Army cadets has changed over the past 20 some odd years, in my oppinion not for the better. i have looked over photos from my corpand realized, they do alot more stuff that we used to. i have seen very old pictures of people in a trench with a couple of FN-C1s (with blanks). and then i though to myself. WHY CAN'T I DO THINGS LIKE THAT?????

my oppinion on this was furthur reinforced this summer at whitehorse. as some of you are will aware WCSTC is on the British exchange list. after listning to some of the stories that british cadets told us about section attacks, live firing with Assult rifles MG and HMG, i though man cadets in canada are deprived

now don't get me wrong. i don't think we should be giving a 12 year old a C-7 with 10 mags full of blanks, but i think that people in silver star and up sould be given a chance to do theese things like war games and section attacks. after all we are Army Cadets. i mean sea cadets get to sail their boats and in the summer work on big ships. air cadets get to fly gliders but what do army cadets do, we do "adventerous training." in todays army cadets there are very few military aspects left. Canada has turned it's army cadets into nothing more that glorified boy scouts.

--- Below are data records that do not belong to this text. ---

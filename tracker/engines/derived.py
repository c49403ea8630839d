"""Derived echo and ECG indices, computed from entered values (never typed in).

Units: wall thicknesses and diameters in mm (converted to cm where the
published equation is in cm), velocities in cm/s, BSA in m2, ECG amplitudes
in mm at the standard calibration of 10 mm/mV, entered as magnitudes
(positive numbers, also for S waves).

Every array function accepts scalars or array-likes and broadcasts
(numpy); missing values are NaN and propagate; an impossible denominator
(zero or negative) gives NaN.  :func:`derive_study` works on one study's
``{measure_code: value}`` and returns only the indices it can compute.

Sources and confidence tags ([V] primary source seen, [V2] secondary copy
only, [M] from memory -- verify):

- LV mass, ASE-corrected cube formula (Devereux), LV mass index, relative
  wall thickness, geometry classes: Lang RM et al., J Am Soc Echocardiogr
  2015;28:1-39 (equations section; limits in its LV mass table, table
  number from memory, verify) [V2].
- Average E/e': Nagueh SF et al., J Am Soc Echocardiogr 2016;29:277-314 [V2].
- Sokolow-Lyon voltage: Sokolow M, Lyon TP, Am Heart J 1949;37:161-86
  (bibliographic details from memory, verify) -- criterion S V1 + R V5 or V6
  (larger) >= 35 mm [V2: secondary copies only; original not seen].
- Cornell voltage: Casale PN et al., J Am Coll Cardiol 1985;6:572-80 and
  Circulation 1987;75:565-72 (bibliographic details from memory, verify) --
  R aVL + S V3 > 28 mm men, > 20 mm women [V2: secondary copies only;
  original not seen].
"""

from __future__ import annotations

import math
from collections.abc import Mapping

import numpy as np
from numpy.typing import ArrayLike, NDArray

# --- measure codes: inputs (existing catalogue + ECG amplitudes added here) ---
IVSD = "ivsd"  # mm
LVIDD = "lvidd"  # mm
LVPWD = "lvpwd"  # mm
MV_E = "mv_e"  # cm/s
E_PRIME_SEPTAL = "e_prime_septal"  # cm/s
E_PRIME_LATERAL = "e_prime_lateral"  # cm/s
S_V1 = "s_v1"  # mm
R_V5 = "r_v5"  # mm
R_V6 = "r_v6"  # mm
R_AVL = "r_avl"  # mm
S_V3 = "s_v3"  # mm

# --- measure codes: derived ---
LV_MASS = "lv_mass"  # g, echo linear method
LVMI_ECHO = "lvmi_echo"  # g/m2
RWT = "rwt"  # ratio
SEPTAL_POSTERIOR_RATIO = "septal_posterior_ratio"  # ratio
E_OVER_E_PRIME = "e_over_e_prime"  # ratio (average e')
SOKOLOW_LYON = "sokolow_lyon"  # mm
CORNELL_VOLTAGE = "cornell_voltage"  # mm

DERIVED_CODES = (
    LV_MASS,
    LVMI_ECHO,
    RWT,
    SEPTAL_POSTERIOR_RATIO,
    E_OVER_E_PRIME,
    SOKOLOW_LYON,
    CORNELL_VOLTAGE,
)
ECG_INPUT_CODES = (S_V1, R_V5, R_V6, R_AVL, S_V3)

# --- thresholds ---
# Lang 2015: RWT > 0.42 = concentric [V2].
RWT_CONCENTRIC_ABOVE = 0.42
# Lang 2015, LV mass table (Table 6: number from memory, verify), LVMI linear method,
# upper normal limit (g/m2) [V2].
LVMI_UPPER_NORMAL = {"male": 115.0, "female": 95.0}
# Sokolow & Lyon 1949: >= 35 mm [V2; original not seen, from memory, verify].
SOKOLOW_LYON_AT_LEAST_MM = 35.0
# Casale 1985/1987: > 28 mm men, > 20 mm women [V2; original not seen, from memory, verify].
CORNELL_ABOVE_MM = {"male": 28.0, "female": 20.0}

NORMAL = "normal"
CONCENTRIC_REMODELLING = "concentric remodelling"
CONCENTRIC_HYPERTROPHY = "concentric hypertrophy"
ECCENTRIC_HYPERTROPHY = "eccentric hypertrophy"
GEOMETRY_CLASSES = (NORMAL, CONCENTRIC_REMODELLING, CONCENTRIC_HYPERTROPHY, ECCENTRIC_HYPERTROPHY)

SEXES = ("male", "female")


def _f(x: ArrayLike) -> NDArray[np.float64]:
    return np.asarray(x, dtype=float)


def _out(a: NDArray):
    """0-d arrays come back as numpy scalars, others as arrays."""
    return a[()] if a.ndim == 0 else a


def _safe_div(num: NDArray[np.float64], den: NDArray[np.float64]) -> NDArray[np.float64]:
    with np.errstate(divide="ignore", invalid="ignore"):
        return np.where(den > 0, num / np.where(den > 0, den, 1.0), np.nan)


# ---------------------------------------------------------------------------
# Echo
# ---------------------------------------------------------------------------

def lv_mass_g(ivsd_mm: ArrayLike, lvidd_mm: ArrayLike, lvpwd_mm: ArrayLike):
    """LV mass (g), ASE-corrected cube formula (Devereux), linear method.

    LVM = 0.8 x 1.04 x [(IVSd + LVIDd + LVPWd)^3 - LVIDd^3] + 0.6, with the
    dimensions in cm (inputs here in mm are divided by 10).
    Lang 2015, equations section [V2].  Non-positive dimensions give NaN.
    """
    ivs, lvid, pw = (_f(v) / 10.0 for v in (ivsd_mm, lvidd_mm, lvpwd_mm))
    ok = (ivs > 0) & (lvid > 0) & (pw > 0)
    mass = 0.8 * 1.04 * ((ivs + lvid + pw) ** 3 - lvid**3) + 0.6
    return _out(np.where(ok, mass, np.nan))


def lv_mass_index_g_m2(lv_mass: ArrayLike, bsa_m2: ArrayLike):
    """LV mass index (g/m2) = LV mass / BSA (Lang 2015 [V2]).

    The caller records which BSA formula gave ``bsa_m2``.
    """
    return _out(_safe_div(_f(lv_mass), _f(bsa_m2)))


def relative_wall_thickness(lvpwd_mm: ArrayLike, lvidd_mm: ArrayLike):
    """Relative wall thickness = 2 x LVPWd / LVIDd (unitless; Lang 2015 [V2])."""
    return _out(_safe_div(2.0 * _f(lvpwd_mm), _f(lvidd_mm)))


def septal_posterior_ratio(ivsd_mm: ArrayLike, lvpwd_mm: ArrayLike):
    """Septal-to-posterior wall ratio IVSd / LVPWd (unitless).

    Plain ratio of the two end-diastolic thicknesses (LOINC 18155-2, IVS/PW
    ratio).  Interpretation thresholds are not applied here.
    """
    return _out(_safe_div(_f(ivsd_mm), _f(lvpwd_mm)))


def average_e_over_e_prime(e_cm_s: ArrayLike, e_prime_septal_cm_s: ArrayLike, e_prime_lateral_cm_s: ArrayLike):
    """Average E/e' = E / mean(septal e', lateral e') (unitless; Nagueh 2016 [V2]).

    Both e' velocities are required; a missing one gives NaN.
    """
    mean_e_prime = (_f(e_prime_septal_cm_s) + _f(e_prime_lateral_cm_s)) / 2.0
    e = _f(e_cm_s)
    return _out(np.where(e >= 0, _safe_div(e, mean_e_prime), np.nan))


def geometry_class(lvmi_g_m2: ArrayLike, rwt: ArrayLike, sex: ArrayLike):
    """LV geometry class from LVMI (linear method) and RWT, Lang 2015 [V2].

    - LVMI normal and RWT <= 0.42: ``"normal"``
    - LVMI normal and RWT > 0.42: ``"concentric remodelling"``
    - LVMI high and RWT > 0.42: ``"concentric hypertrophy"``
    - LVMI high and RWT <= 0.42: ``"eccentric hypertrophy"``

    LVMI is high above 115 g/m2 in men and 95 g/m2 in women (Lang 2015
    LV mass table, linear method [V2]).  ``sex`` is ``"male"`` or ``"female"``
    (sex at birth); any other value, or a missing LVMI/RWT, gives None.
    Returns a string (scalar inputs) or an object array of strings/None.
    """
    lvmi_a, rwt_a = np.broadcast_arrays(_f(lvmi_g_m2), _f(rwt))
    sex_a = np.broadcast_to(np.asarray(sex, dtype=object), lvmi_a.shape)
    out = np.empty(lvmi_a.shape, dtype=object)
    for idx in np.ndindex(lvmi_a.shape):
        m, r, s = lvmi_a[idx], rwt_a[idx], sex_a[idx]
        if s not in LVMI_UPPER_NORMAL or not (math.isfinite(m) and math.isfinite(r)):
            out[idx] = None
            continue
        high = m > LVMI_UPPER_NORMAL[s]
        concentric = r > RWT_CONCENTRIC_ABOVE
        if high:
            out[idx] = CONCENTRIC_HYPERTROPHY if concentric else ECCENTRIC_HYPERTROPHY
        else:
            out[idx] = CONCENTRIC_REMODELLING if concentric else NORMAL
    return out[()] if out.ndim == 0 else out


# ---------------------------------------------------------------------------
# ECG voltage (amplitudes in mm at 10 mm/mV, magnitudes)
# ---------------------------------------------------------------------------

def sokolow_lyon_mm(s_v1_mm: ArrayLike, r_v5_mm: ArrayLike, r_v6_mm: ArrayLike):
    """Sokolow-Lyon voltage (mm) = S V1 + the larger of R V5 and R V6.

    Sokolow & Lyon, Am Heart J 1949 [V2 secondary copies; original not
    seen, from memory, verify].  Both R V5 and R V6 are required (NaN
    propagates), so the "larger of" is never taken over one lead only.
    """
    s1, r5, r6 = _f(s_v1_mm), _f(r_v5_mm), _f(r_v6_mm)
    total = s1 + np.maximum(r5, r6)
    return _out(np.where((s1 >= 0) & (r5 >= 0) & (r6 >= 0), total, np.nan))


def cornell_voltage_mm(r_avl_mm: ArrayLike, s_v3_mm: ArrayLike):
    """Cornell voltage (mm) = R aVL + S V3.

    Casale et al. 1985/1987 [V2 secondary copies; original not seen, from
    memory, verify].
    """
    ra, s3 = _f(r_avl_mm), _f(s_v3_mm)
    return _out(np.where((ra >= 0) & (s3 >= 0), ra + s3, np.nan))


def sokolow_lyon_criterion(sokolow_lyon: float | None) -> bool | None:
    """True when the Sokolow-Lyon voltage is >= 35 mm; None when the value is missing.

    Threshold: Sokolow & Lyon 1949 [V2; original not seen, from memory, verify].
    A voltage flag for review, not a diagnosis of LV hypertrophy.
    """
    if sokolow_lyon is None or not math.isfinite(sokolow_lyon):
        return None
    return bool(sokolow_lyon >= SOKOLOW_LYON_AT_LEAST_MM)


def cornell_criterion(cornell_voltage: float, sex: str) -> bool | None:
    """True when Cornell voltage > 28 mm (men) or > 20 mm (women).

    Casale et al. 1985/1987 [V2; original not seen, from memory, verify].
    Returns None when sex is not ``"male"``/``"female"`` or the value is
    missing.  A voltage flag for review, not a diagnosis.
    """
    if sex not in CORNELL_ABOVE_MM or cornell_voltage is None or not math.isfinite(cornell_voltage):
        return None
    return bool(cornell_voltage > CORNELL_ABOVE_MM[sex])


# ---------------------------------------------------------------------------
# One study
# ---------------------------------------------------------------------------

def _get(values: Mapping[str, float | None], code: str) -> float | None:
    v = values.get(code)
    if v is None:
        return None
    v = float(v)
    return v if math.isfinite(v) else None


def derive_study(values: Mapping[str, float | None], *, bsa_m2: float | None = None) -> dict[str, float]:
    """Derived indices of one study from ``{measure_code: value}`` (catalogue units).

    Returns ``{derived_code: value}`` for the indices whose inputs are all
    present (a missing input means that index is not computed; nothing is
    guessed):

    - ``lv_mass`` (g): needs ivsd, lvidd, lvpwd (mm)
    - ``lvmi_echo`` (g/m2): needs lv_mass and ``bsa_m2``
    - ``rwt``: needs lvpwd, lvidd
    - ``septal_posterior_ratio``: needs ivsd, lvpwd
    - ``e_over_e_prime`` (average): needs mv_e, e_prime_septal, e_prime_lateral (cm/s)
    - ``sokolow_lyon`` (mm): needs s_v1, r_v5, r_v6
    - ``cornell_voltage`` (mm): needs r_avl, s_v3

    ``bsa_m2`` comes from the study's height and weight; the caller stores
    the BSA formula used beside the index.  Values are full precision;
    round only for display.
    """
    inputs = (IVSD, LVIDD, LVPWD, MV_E, E_PRIME_SEPTAL, E_PRIME_LATERAL, *ECG_INPUT_CODES)
    g = {code: _get(values, code) for code in inputs}
    out: dict[str, float] = {}

    def put(code: str, value) -> None:
        v = float(value)
        if math.isfinite(v):
            out[code] = v

    if None not in (g[IVSD], g[LVIDD], g[LVPWD]):
        put(LV_MASS, lv_mass_g(g[IVSD], g[LVIDD], g[LVPWD]))
        if LV_MASS in out and bsa_m2 is not None:
            put(LVMI_ECHO, lv_mass_index_g_m2(out[LV_MASS], bsa_m2))
    if None not in (g[LVPWD], g[LVIDD]):
        put(RWT, relative_wall_thickness(g[LVPWD], g[LVIDD]))
    if None not in (g[IVSD], g[LVPWD]):
        put(SEPTAL_POSTERIOR_RATIO, septal_posterior_ratio(g[IVSD], g[LVPWD]))
    if None not in (g[MV_E], g[E_PRIME_SEPTAL], g[E_PRIME_LATERAL]):
        put(E_OVER_E_PRIME, average_e_over_e_prime(g[MV_E], g[E_PRIME_SEPTAL], g[E_PRIME_LATERAL]))
    if None not in (g[S_V1], g[R_V5], g[R_V6]):
        put(SOKOLOW_LYON, sokolow_lyon_mm(g[S_V1], g[R_V5], g[R_V6]))
    if None not in (g[R_AVL], g[S_V3]):
        put(CORNELL_VOLTAGE, cornell_voltage_mm(g[R_AVL], g[S_V3]))
    return out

although i do think some of the adventerous training is fun, i still think it needs to be expanded to include more military style components

---------------------------------------------------------------------------------------------------------------------------------------------

now it is your tour. tell me if you agree or disagree with me


----------



## condor888000 (29 Sep 2005)

This has been beat to death and all the other threads locked. Go search.


----------



## Burrows (29 Sep 2005)

read the FAQ's.  You'll find this under beaten horses.


----------



## Slim (30 Sep 2005)

Locked due to spamming by the thread origionator


----------